RECORDS FOR THIS TASK:
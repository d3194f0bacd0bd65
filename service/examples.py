"""The example JSON-lines file of the repository, ``examples/ferry-inbox.jsonl``: INVENTED.

It is one day of the demo's invented passenger inbox (service/demo_data.py), small enough to
read, written so that ``python -m service.examples`` makes the same file again and a test can
check that it has not been edited by hand. Every record carries ``"invented": true``; the
command line reads ``id`` and ``text`` and ignores the other fields.
"""

from __future__ import annotations

import json
import sys
from pathlib import Path

from service.demo_data import default_days, generate_day

EXAMPLE_PATH = Path(__file__).resolve().parent.parent / "examples" / "ferry-inbox.jsonl"
EXAMPLE_SCALE = 0.1  # 60 messages of day 1
EXAMPLE_SEED = 2


def example_lines() -> str:
    """The example file's text: one JSON object a line."""
    plan = default_days(EXAMPLE_SCALE)[0]
    records = [
        {**message.to_json(), "invented": True} for message in generate_day(plan, EXAMPLE_SEED)
    ]
    return "".join(json.dumps(record, ensure_ascii=False) + "\n" for record in records)


def main() -> int:
    """Write the example file (or to the path given as the only argument)."""
    path = Path(sys.argv[1]) if len(sys.argv) > 1 else EXAMPLE_PATH
    path.write_text(example_lines(), encoding="utf-8")
    print(f"wrote {path}")
    return 0


if __name__ == "__main__":  # pragma: no cover
    sys.exit(main())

TASK GOAL: Beginning at the line with "filename service/examples.py" and stopping after the line with "read, written so", please write out every line of the data above exactly and nothing else.

TASK RESULT:
filename service/examples.py
"""The example JSON-lines file of the repository, ``examples/ferry-inbox.jsonl``: INVENTED.

It is one day of the demo's invented passenger inbox (service/demo_data.py), small enough to
read, written so that ``python -m service.examples`` makes the same file again and a test can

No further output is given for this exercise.